*** Opening The records ***
"""The section figure: one page per section, written as PNG, SVG and PDF.

The page holds the topographic profile from the DEM, the unit polygons filled
with their colours, the horizons (projected parts above the ground dashed), the
faults with half-arrows of relative motion, the projected bedding dips as short
ticks at their apparent dip, the section's ends named with their bearings, the
vertical exaggeration, a scale bar, a location inset on the geologic map, a
legend from the stratigraphic column (youngest at top) and the caution.

Symbols follow the conventions of the FGDC Digital Cartographic Standard for
Geologic Map Symbolization (FGDC-STD-013-2006); see :mod:`mapsection.render.colours`.
The page's geometry is :mod:`mapsection.render.layout`.

Vertical exaggeration is applied once, as the axes' aspect ratio, so that every
element -- ground, horizons, faults and dip ticks -- is exaggerated alike: a dip
tick of apparent dip ``a`` appears on the page at ``atan(VE * tan a)``.

In the SVG each horizon is a group with id ``horizon-<n>`` (n = its index in
``draft.horizons``), each dip tick ``dip-<n>`` (index in ``draft.dips``), each
fault ``fault-<n>``, so the figure's content can be counted or styled.

Example (with a draft from :func:`mapsection.build.build_section`)::

    from mapsection.render.section import draw_section
    draw_section(draft, "out/A/section")   # out/A/section.png, .svg, .pdf
"""

from __future__ import annotations

import math
import os
import textwrap
from dataclasses import dataclass
from pathlib import Path

import matplotlib
import numpy as np
import shapely
import shapely.affinity
from matplotlib.collections import LineCollection, PatchCollection
from matplotlib.figure import Figure
from matplotlib.lines import Line2D
from matplotlib.patches import PathPatch, Rectangle
from matplotlib.patches import Polygon as MplPolygon
from matplotlib.transforms import blended_transform_factory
*** Closing The records ***
Within the listing above, give again exactly every line from the line with "faults with half-arrows" through the line with "vertical exaggeration, a", both included, and no other line.

faults with half-arrows of relative motion, the projected bedding dips as short
ticks at their apparent dip, the section's ends named with their bearings, the
vertical exaggeration, a scale bar, a location inset on the geologic map, a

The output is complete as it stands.